■ Task item
Every line holding the string "found" is to be copied from the entries below.

[[ Provided material open ]]

def analyse_step(step, options, *, contour_dir: str | None = None, threads: int = 1) -> StepResult:
    """Run the chosen analyses on one step read into the model (pure apart from contour files).

    Parameters
    ----------
    step : Step
    options : MeasureOptions
    contour_dir : str, optional
        Folder to write the step's interface into (``interface_NNNNNN.vtu``).
    threads : int
        Threads for the work that splits into independent parts (a new mesh's geometry and faces,
        the planes of a section operator, the widths' distance searches) on a mesh of at least
        :data:`THREADED_CELLS` cells; the result is the same bit for bit on any number. With two
        or more, the sections are measured beside the phase analyses (a new mesh's operator built
        there first, on half the threads), and within those the contour beside the widths' band
        integrals (or, with no widths asked, the bulk values beside the contour) and the droplets
        beside the widths: up to two threads more than ``threads`` may then run at
        once (they share the interpreter lock, so they overlap only in part).
    """
    from ..analysis import droplets, mixing

    step, flat = flatten_step(step, options)
    mesh = step.mesh
    if mesh.n_cells < THREADED_CELLS:  # too little work a part: threads would cost memory, save no time
        threads = 1
    # the first step of a mesh: its geometry and faces side by side, then the split plan
    prepare_mesh(mesh, threads=threads, split=bool({"interface", "droplets"} & set(options.analyses))
                 or options.section_axis is not None)
    ind = make_indicator(mesh, step.fields, options.field, range=options.range, phase=options.phase,
                         where=step.info.where, field_location=options.field_location, level_set=options.level_set,
                         threads=threads)
    if ind.nonfinite == ind.cell.size or not np.isfinite(ind.cell).any():
        raise InputError(f"field '{options.field}' has no finite values (all NaN or Inf)", where=step.info.where,
                         fix="the solver may have diverged at this step")
    check_mesh(mesh, step.info.where)
    u_cell, u_point, u_location = step_velocity(step, options)
    result = StepResult(step.index, step.time, step.info.path, mesh_signature=mesh.signature,
                        cells_signature=mesh.cells_signature, dimension=int(mesh.dimension),
                        time_origin=step.info.time_origin,
                        outline=MeshOutline.of(mesh, centroids="droplets" in options.analyses))
    result.extra = options.step_extra(step, ind)
    result.field_source = ind.source
    result.velocity_location = u_location
    result.samples = sample_step(mesh, ind, options, where=step.info.where)
    m = {"step": step.index, "time": step.time}
    # whether the field looks periodic along an axis not measured so: worked out once, when the
    # droplets' or the free energy's warning first asks
    look = droplets.PeriodicLook(mesh, ind, periodic=options.periodic, level=options.level)
    if flat is not None:  # measured per unit depth: say so in the steps table
        m["depth"] = float(flat.depth)
    # the sections (and a new mesh's section operator) are measured beside the phase analyses, their
    # warnings given here after them; a new operator takes half the threads (the analyses the rest),
    # later steps' sections one (the analyses all); decided before the thread starts
    side = threads // 2
    planes = _section_arguments(options, u_cell, u_point, u_location)
    new = not mesh.memo("cross_sections", dict, keep=False)
    sections = _sections_beside(mesh, ind, options, planes, side if new else min(side, 1))
    inner = threads - side if sections is not None and new else threads
    with sections or nullcontext():  # waited for however the analyses end
        contour, measured = _phase_analyses(step, mesh, ind, options, result, m, (u_cell, u_point, u_location),
                                            contour_dir, inner, look)
    if options.level_set and "interface" in options.analyses:  # no width of its own: its slope instead
        from ..analysis._level_set import distance_errors

        m.update(distance_errors(mesh, ind.level_set))
    if "mixing" in options.analyses:
        m.update(mixing.mixing_metrics(mesh, ind.cell, box=options.box))
        if options.segregation_scale:
            m["segregation_scale"] = mixing.segregation_scale(mesh, ind.cell, periodic=tuple(options.periodic))
        if options.section_axis is not None:
            if sections is not None:  # its error where one thread meets it: here
                profile, notes = sections.result()
                for note in notes:
                    warnings.warn(note, stacklevel=1)
            else:
                profile = mixing.cross_sections(mesh, ind, **planes, threads=threads)
            # against the whole inflow: a section of pure carrier (ahead of a front) is not "mixed"
            # measured from the end of the mesh the flow enters by
            ends = tuple(float(e) for e in mesh.bounds[:, AXIS_INDEX[options.section_axis]])
            m["mixing_length"] = mixing.mixing_length(profile, target=options.mixing_target, ends=ends)
            m["mixing_length_status"] = mixing.mixing_length_status(profile, target=options.mixing_target)
            note = mixing.mixing_length_note(profile, options.mixing_target, m["mixing_length"],
                                             options.section_axis)
            if note:
                warnings.warn(PhasegaugeWarning(note), stacklevel=1)
            profile.insert(0, "time", step.time)
            profile.insert(0, "step", step.index)
            result.profile = profile
    if options.coarsening or options.free_energy is not None:  # the spacing and the tension: one interface size
        size = _interface_size(mesh, ind, options, m, contour)
    if options.coarsening:
        m["coarsening_length"] = mixing.coarsening_length(mesh, ind.cell)
        m["interface_spacing"] = mixing.interface_spacing(mesh, ind.point, level=options.level, interface_size=size)
    if options.free_energy is not None:
        from ._phase_field import equilibrium_step

        m.update(equilibrium_step(step, mesh, ind, options, size, look))
    if options.model is not None:  # a partially miscible mixture: bulk compositions against the model
        from ._mixture import mixture_step

        m.update(mixture_step(step, mesh, ind, contour, m, options, droplets=result.droplets, measured=measured))
    m["nonfinite_values"] = int(ind.nonfinite)
    result.metrics = m
    result.contour = contour
    return result


def _section_arguments(options, u_cell, u_point, u_location) -> dict:
    """The planes and the velocity of the step's sections: what the section operator and the
    profile both take (:func:`phasegauge.analysis.mixing.cross_sections`)."""
    return {"axis": options.section_axis, "positions": options.section_positions, "count": options.section_count,
            "velocity": u_cell if u_location == "cell" else u_point, "velocity_location": u_location,
            "inflow_mean": options.inflow_mean}


def _sections_beside(mesh, ind, options, planes: dict, threads: int):
    """The step's sections measured on a thread of their own (:func:`mixing.cross_sections_noted`,
    the planes on up to ``threads`` threads, a new mesh's operator built there first), or None (no
    thread to spare, or no sections). It reads the indicator and the velocity, which no analysis
    writes, and the mesh's caches, pure functions of the mesh; its warnings come back as a list."""
    from ..analysis import mixing

    if threads < 1 or "mixing" not in options.analyses or options.section_axis is None:
        return None
    return Beside(mixing.cross_sections_noted, mesh, ind, **planes, threads=threads)


def _phase_analyses(step, mesh, ind, options, result, m: dict, velocity: tuple, contour_dir, threads: int,
                    look):
    """Conservation, interface and droplets of one step, into ``m`` and ``result``; returns the
    contour and the distances the widths measured (or None). ``look`` is the step's
    :class:`~phasegauge.analysis.droplets.PeriodicLook`."""
    from ..analysis import conservation, interface

    u_cell, u_point, u_location = velocity
    if "conservation" in options.analyses:
        m.update(conservation.conservation_metrics(mesh, ind, densities=options.densities))
        m.update(conservation.boundedness(mesh, ind))
        if u_location is not None:
            # the boundary flux takes the velocity where the file has it: a cell-centred solver's
            # own cell values on its boundary faces, never values averaged onto wall points
            flux = conservation.open_boundary_flux(
                mesh, u_cell if u_location == "cell" else u_point, ind, velocity_location=u_location,
                periodic=tuple(options.periodic))
            m.update({k: v for k, v in flux.items() if k != "open_boundary"})
            m["open_boundary"] = bool(flux["open_boundary"])
    contour = measured = plateaus = prepared = None
    # the contour and the measured bulk values of the two phases (the widths and the droplets are
    # taken between them); with threads to spare, work beside (nothing there warns): the contour
    # beside the widths' band integrals, or the bulk values beside the contour
    widths = "interface" in options.analyses and not options.level_set  # a level set has none
    if widths:
        prepared = interface.prepare_widths(mesh, ind, level=options.level, threads=threads)
        contour, plateaus = prepared.contour, prepared.plateaus
    elif {"interface", "droplets"} & set(options.analyses):
        bulk = Beside(interface.bulk_plateaus, ind.point, options.level, mesh) if threads >= 2 else None
        with bulk or nullcontext():
            contour = interface.find_interface(mesh, ind.point, level=options.level)
        plateaus = interface.bulk_plateaus(ind.point, options.level, mesh) if bulk is None else bulk.result()
    labels = None  # with threads to spare, the droplets are labelled beside the widths (nothing there warns)
    if "droplets" in options.analyses and "interface" in options.analyses and threads >= 2:
        labels = Beside(_label_droplets, mesh, ind, options, u_cell, contour, plateaus)
    with labels or nullcontext():
        if widths:
            # a mixture run keeps the distances the widths measured: its bulk cells need few more
            metrics = interface.interface_metrics(mesh, ind, level=options.level, prepared=prepared,
                                                  return_distances=options.model is not None, threads=threads,
                                                  periodic=tuple(options.periodic))
            prepared = None  # the band integrals and values between the bulk values: not held further
            if options.model is not None:
                metrics, measured = metrics
            m.update(metrics)
        elif "interface" in options.analyses:  # a level set: its contour's size (its slope is measured after)
            from ..analysis._level_set import level_set_widths

            m.update(level_set_widths(np.sum(contour.element_sizes), plateaus[0], plateaus[1]))
        if "interface" in options.analyses and contour_dir is not None:
            from ..io import write_contour

            write_contour(contour, os.path.join(contour_dir, f"interface_{step.index:06d}.vtu"),
                          time=step.time, step=step.index,
                          file_cells=_file_cells(mesh))
    if "droplets" in options.analyses:
        found = _label_droplets(mesh, ind, options, u_cell, contour, plateaus) if labels is None else labels.result()
        table = found.table
        _warn_periodic_look(look, ind.location, step.info.where)
        m["droplet_count"] = int(found.count)
        m["under_resolved_droplets"] = int(table["under_resolved"].sum()) if len(table) else 0
        labelled = np.flatnonzero(found.labels >= 0)
        result.label_cells = labelled.astype(np.int32 if mesh.n_cells < 2 ** 31 else np.int64)  # half the bytes
        result.label_values = found.labels[labelled].astype(np.int32)
        result.label_weights = np.asarray(found.weights)[labelled]
        result.label_whole = bool(found.whole_cells)  # numbered per whole cell on a split mesh
        if u_cell is not None and not result.label_whole:  # each cell moved by its own velocity when tracked
            result.label_velocity = np.asarray(u_cell)[labelled][:, list(mesh.plane_axes[:mesh.dimension])]
        result.droplets = table
        del found, labelled  # labels and c dV of every cell (16 bytes a cell): not held through the sections
    return contour, measured


def _file_cells(mesh):
    """The file's number of each cell of ``mesh`` where it is not the mesh's own (a contour's ``cell``), or None."""
    return mesh.cell_parents if mesh.file_cells is None else mesh.file_cells


def _label_droplets(mesh, ind, options, u_cell, contour, plateaus):
    """The step's droplets (:func:`phasegauge.analysis.droplets.label_droplets`), measured between
    the bulk values the widths used."""
    from ..analysis import droplets

    low, high, tail = plateaus
    return droplets.label_droplets(
        mesh, ind, level=options.level, connectivity=options.adjacency, periodic=tuple(options.periodic),
        velocity=u_cell, interface_cells=contour.cells, interface_sizes=contour.element_sizes,
        interface_centres=contour.centroids, interface_normals=contour.normals, bulk=(low, high),
        band_floor=max(1e-3, tail) if (low, high) != (0.0, 1.0) else 1e-3)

[[ Provided material closed ]]

■ Written solution
        found = _label_droplets(mesh, ind, options, u_cell, contour, plateaus) if labels is None else labels.result()
        table = found.table
        m["droplet_count"] = int(found.count)
        labelled = np.flatnonzero(found.labels >= 0)
        result.label_values = found.labels[labelled].astype(np.int32)
        result.label_weights = np.asarray(found.weights)[labelled]
        result.label_whole = bool(found.whole_cells)  # numbered per whole cell on a split mesh
        del found, labelled  # labels and c dV of every cell (16 bytes a cell): not held through the sections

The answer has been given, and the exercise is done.